Collected data:
::::::
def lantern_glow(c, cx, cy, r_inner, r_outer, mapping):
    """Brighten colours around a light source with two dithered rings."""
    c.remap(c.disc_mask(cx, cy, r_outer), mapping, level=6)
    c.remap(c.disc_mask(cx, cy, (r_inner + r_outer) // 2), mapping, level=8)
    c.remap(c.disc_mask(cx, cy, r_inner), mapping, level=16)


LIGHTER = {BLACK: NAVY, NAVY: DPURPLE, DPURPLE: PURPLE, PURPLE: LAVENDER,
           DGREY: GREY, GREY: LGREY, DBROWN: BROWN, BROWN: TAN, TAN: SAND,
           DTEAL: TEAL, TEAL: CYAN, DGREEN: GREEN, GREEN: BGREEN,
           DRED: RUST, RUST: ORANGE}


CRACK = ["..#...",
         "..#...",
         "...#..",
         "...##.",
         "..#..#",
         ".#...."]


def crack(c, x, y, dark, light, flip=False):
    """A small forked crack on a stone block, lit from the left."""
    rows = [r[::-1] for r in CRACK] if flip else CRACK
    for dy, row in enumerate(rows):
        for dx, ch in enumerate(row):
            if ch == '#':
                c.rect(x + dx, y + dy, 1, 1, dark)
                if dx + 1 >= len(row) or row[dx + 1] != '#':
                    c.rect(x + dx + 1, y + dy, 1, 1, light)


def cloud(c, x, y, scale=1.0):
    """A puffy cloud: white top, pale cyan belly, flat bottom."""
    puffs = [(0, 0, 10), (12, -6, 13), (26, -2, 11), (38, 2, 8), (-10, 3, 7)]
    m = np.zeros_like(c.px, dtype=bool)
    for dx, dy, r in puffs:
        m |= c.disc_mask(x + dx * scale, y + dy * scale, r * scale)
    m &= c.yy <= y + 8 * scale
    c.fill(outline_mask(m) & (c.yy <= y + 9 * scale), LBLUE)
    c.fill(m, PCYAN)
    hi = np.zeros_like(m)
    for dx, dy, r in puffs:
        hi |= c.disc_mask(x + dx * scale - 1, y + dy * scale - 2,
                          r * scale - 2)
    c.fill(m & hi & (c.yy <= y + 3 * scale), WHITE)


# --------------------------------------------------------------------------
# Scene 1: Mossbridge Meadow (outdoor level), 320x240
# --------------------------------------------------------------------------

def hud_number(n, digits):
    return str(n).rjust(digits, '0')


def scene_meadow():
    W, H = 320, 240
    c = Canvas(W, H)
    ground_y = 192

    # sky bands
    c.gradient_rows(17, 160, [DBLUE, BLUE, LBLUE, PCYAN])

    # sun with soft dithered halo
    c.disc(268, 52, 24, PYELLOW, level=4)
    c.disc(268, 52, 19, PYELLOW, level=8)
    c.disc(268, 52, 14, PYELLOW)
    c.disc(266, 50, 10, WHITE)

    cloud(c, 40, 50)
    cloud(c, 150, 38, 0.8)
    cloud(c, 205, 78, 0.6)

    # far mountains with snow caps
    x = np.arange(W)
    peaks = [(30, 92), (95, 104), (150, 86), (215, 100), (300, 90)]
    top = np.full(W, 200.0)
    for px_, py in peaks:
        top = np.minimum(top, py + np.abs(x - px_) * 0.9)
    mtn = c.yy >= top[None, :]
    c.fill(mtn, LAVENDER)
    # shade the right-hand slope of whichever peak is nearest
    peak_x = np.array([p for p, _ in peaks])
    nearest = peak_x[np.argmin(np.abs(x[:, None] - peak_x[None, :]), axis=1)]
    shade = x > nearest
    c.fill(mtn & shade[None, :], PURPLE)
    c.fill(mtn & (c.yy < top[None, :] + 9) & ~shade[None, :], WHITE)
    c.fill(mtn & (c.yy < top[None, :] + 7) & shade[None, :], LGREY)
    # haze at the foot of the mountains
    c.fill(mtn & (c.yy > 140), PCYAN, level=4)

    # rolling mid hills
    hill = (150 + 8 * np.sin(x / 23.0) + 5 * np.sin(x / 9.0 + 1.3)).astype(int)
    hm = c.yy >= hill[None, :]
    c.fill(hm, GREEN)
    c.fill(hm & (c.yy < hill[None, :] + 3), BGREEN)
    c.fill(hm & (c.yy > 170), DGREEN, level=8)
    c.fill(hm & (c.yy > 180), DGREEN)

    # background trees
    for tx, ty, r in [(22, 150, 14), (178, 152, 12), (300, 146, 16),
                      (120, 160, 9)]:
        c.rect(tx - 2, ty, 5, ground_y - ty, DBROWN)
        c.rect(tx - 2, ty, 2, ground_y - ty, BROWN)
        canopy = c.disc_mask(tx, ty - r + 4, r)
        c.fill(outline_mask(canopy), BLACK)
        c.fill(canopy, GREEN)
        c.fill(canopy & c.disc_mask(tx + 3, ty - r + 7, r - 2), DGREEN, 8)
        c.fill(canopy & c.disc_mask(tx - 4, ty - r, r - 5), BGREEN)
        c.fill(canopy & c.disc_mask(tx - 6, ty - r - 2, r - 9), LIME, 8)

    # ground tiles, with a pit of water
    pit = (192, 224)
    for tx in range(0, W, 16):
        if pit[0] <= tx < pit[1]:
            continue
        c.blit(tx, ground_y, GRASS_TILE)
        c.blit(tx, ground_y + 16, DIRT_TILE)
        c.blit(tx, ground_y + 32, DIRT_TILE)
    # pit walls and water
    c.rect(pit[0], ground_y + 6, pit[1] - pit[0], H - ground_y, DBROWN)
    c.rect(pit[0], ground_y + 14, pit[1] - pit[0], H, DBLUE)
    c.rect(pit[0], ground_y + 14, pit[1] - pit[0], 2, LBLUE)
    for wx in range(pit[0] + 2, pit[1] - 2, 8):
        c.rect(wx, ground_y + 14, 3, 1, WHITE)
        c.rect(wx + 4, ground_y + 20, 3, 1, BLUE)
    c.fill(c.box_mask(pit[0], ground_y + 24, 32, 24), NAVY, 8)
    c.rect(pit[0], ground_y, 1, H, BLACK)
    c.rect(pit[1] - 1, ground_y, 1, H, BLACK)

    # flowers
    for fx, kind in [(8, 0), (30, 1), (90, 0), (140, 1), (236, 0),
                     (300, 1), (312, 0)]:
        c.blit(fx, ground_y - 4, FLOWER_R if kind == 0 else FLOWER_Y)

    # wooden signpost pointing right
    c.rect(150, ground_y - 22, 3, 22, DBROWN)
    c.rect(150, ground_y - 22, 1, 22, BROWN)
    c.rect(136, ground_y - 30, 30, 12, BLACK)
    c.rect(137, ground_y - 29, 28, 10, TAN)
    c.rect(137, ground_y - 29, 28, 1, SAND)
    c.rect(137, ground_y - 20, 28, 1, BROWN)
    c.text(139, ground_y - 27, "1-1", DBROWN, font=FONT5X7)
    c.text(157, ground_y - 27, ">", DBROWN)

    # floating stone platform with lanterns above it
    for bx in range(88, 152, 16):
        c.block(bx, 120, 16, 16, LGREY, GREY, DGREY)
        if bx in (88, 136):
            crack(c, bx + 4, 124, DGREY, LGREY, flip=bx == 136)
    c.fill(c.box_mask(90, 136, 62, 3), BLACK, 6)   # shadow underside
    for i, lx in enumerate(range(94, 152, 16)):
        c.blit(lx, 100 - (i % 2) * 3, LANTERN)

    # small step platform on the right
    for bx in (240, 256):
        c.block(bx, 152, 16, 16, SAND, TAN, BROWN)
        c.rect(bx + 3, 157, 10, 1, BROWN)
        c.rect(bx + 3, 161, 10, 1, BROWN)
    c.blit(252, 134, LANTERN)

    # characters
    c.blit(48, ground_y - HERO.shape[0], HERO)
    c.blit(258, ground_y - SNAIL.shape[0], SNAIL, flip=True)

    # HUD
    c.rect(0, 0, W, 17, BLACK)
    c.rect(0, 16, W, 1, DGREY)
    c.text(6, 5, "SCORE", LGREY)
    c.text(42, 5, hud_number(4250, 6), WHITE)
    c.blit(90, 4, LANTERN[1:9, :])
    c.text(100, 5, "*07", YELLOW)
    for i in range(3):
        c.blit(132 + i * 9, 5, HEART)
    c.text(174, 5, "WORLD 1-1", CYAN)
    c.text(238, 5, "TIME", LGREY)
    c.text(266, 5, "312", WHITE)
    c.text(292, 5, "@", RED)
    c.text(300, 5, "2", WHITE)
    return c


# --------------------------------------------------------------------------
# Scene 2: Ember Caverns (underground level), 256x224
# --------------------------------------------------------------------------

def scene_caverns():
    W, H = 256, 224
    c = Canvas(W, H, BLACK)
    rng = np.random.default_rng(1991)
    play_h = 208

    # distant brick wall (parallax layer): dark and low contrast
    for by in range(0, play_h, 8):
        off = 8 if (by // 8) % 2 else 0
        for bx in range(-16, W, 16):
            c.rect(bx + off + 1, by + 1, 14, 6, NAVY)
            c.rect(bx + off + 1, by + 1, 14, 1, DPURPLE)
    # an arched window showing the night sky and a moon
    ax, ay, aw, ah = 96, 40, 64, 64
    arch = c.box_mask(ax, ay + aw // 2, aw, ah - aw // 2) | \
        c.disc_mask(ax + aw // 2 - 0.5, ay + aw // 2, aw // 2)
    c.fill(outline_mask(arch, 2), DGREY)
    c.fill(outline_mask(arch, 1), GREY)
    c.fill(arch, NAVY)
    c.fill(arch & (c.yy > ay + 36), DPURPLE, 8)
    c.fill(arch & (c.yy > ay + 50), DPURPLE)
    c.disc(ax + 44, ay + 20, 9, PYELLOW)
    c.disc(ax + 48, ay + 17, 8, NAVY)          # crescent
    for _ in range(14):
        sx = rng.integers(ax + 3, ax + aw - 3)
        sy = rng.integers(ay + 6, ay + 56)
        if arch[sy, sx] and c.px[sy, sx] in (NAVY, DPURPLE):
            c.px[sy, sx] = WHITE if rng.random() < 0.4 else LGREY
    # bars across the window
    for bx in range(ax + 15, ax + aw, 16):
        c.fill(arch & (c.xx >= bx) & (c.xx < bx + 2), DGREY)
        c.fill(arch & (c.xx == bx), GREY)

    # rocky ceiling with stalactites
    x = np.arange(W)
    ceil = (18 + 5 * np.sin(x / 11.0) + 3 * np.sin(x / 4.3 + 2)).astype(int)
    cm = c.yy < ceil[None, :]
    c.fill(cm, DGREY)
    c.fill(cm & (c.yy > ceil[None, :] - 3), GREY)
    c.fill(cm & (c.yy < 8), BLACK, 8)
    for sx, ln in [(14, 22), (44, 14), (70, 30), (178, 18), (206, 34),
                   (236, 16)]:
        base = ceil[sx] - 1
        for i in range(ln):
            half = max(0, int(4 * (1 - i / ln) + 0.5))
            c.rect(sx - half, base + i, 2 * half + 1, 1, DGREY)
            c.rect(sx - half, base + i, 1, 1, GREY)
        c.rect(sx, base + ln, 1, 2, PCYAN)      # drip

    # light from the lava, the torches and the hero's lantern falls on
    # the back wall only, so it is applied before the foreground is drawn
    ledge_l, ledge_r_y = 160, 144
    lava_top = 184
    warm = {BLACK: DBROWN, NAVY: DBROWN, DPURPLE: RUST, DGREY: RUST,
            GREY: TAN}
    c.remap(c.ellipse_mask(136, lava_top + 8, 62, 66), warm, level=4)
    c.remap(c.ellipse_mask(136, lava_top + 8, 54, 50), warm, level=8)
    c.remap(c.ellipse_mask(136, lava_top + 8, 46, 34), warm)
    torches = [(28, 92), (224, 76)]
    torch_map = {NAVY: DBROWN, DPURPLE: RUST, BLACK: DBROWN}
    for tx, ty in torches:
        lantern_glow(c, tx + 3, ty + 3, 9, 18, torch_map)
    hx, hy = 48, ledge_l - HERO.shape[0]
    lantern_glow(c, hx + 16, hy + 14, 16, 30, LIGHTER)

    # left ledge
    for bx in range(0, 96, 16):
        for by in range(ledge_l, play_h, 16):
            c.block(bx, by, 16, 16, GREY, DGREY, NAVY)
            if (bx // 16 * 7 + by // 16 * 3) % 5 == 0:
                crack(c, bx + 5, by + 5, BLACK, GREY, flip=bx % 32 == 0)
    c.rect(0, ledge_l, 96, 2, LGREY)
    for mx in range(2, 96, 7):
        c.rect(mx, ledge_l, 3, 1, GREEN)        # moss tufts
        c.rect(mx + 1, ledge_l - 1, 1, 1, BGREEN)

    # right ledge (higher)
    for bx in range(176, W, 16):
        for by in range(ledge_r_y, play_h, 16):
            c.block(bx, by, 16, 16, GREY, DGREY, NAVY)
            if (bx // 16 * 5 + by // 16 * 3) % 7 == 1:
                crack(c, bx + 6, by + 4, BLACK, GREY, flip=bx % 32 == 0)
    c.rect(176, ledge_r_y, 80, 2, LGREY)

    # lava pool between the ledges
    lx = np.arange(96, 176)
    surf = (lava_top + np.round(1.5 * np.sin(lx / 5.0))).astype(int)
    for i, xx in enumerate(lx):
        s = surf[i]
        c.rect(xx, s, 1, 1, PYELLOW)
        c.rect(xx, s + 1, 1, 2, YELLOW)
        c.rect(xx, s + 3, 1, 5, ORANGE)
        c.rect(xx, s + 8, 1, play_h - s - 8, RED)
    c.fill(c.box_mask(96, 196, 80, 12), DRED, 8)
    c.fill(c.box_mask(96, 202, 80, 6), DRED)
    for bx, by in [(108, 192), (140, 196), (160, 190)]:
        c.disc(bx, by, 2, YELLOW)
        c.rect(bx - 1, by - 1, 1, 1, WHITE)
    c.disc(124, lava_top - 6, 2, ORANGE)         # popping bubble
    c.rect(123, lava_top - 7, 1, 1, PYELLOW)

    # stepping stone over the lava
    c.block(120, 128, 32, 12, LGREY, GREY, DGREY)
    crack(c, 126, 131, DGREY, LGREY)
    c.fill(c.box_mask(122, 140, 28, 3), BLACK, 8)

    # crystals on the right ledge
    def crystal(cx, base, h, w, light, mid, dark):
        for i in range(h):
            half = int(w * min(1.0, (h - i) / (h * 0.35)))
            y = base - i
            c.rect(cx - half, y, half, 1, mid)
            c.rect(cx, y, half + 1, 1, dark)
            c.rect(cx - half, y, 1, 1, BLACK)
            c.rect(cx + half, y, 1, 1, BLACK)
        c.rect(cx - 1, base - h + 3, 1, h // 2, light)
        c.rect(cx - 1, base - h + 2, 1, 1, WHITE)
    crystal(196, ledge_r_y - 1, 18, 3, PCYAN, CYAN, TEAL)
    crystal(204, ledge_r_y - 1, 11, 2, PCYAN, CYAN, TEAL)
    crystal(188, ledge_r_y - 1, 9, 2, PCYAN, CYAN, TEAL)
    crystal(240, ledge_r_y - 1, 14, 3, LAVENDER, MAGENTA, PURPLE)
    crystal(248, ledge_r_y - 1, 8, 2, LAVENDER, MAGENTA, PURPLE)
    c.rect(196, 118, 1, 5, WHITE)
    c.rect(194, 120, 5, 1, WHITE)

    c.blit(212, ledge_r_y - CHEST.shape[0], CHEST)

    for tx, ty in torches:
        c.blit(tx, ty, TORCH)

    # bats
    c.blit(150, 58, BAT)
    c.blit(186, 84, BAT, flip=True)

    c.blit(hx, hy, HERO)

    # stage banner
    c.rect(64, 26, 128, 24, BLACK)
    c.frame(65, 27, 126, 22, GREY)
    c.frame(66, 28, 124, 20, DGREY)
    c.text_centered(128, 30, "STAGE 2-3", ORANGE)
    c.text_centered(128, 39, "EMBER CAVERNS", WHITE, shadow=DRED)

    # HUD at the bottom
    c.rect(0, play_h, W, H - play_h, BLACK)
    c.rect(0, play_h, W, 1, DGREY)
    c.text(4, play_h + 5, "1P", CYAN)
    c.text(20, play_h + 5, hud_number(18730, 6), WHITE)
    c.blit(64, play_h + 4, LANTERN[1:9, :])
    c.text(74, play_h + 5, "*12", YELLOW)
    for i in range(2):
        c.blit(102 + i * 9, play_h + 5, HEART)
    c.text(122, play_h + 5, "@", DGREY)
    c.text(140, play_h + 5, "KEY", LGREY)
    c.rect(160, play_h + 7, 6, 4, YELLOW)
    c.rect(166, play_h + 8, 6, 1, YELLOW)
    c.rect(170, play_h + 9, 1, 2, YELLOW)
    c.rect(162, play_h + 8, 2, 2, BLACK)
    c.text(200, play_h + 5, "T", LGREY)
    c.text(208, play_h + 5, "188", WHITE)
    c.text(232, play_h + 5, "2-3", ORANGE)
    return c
::::::
TASK REQUIREMENTS: From the line holding "for bx in range(ax" to the line holding "half = max(0, int(4", inclusive, restate each line above exactly as written.

ANSWER SECTION:
    for bx in range(ax + 15, ax + aw, 16):
        c.fill(arch & (c.xx >= bx) & (c.xx < bx + 2), DGREY)
        c.fill(arch & (c.xx == bx), GREY)

    # rocky ceiling with stalactites
    x = np.arange(W)
    ceil = (18 + 5 * np.sin(x / 11.0) + 3 * np.sin(x / 4.3 + 2)).astype(int)
    cm = c.yy < ceil[None, :]
    c.fill(cm, DGREY)
    c.fill(cm & (c.yy > ceil[None, :] - 3), GREY)
    c.fill(cm & (c.yy < 8), BLACK, 8)
    for sx, ln in [(14, 22), (44, 14), (70, 30), (178, 18), (206, 34),
                   (236, 16)]:
        base = ceil[sx] - 1
        for i in range(ln):
            half = max(0, int(4 * (1 - i / ln) + 0.5))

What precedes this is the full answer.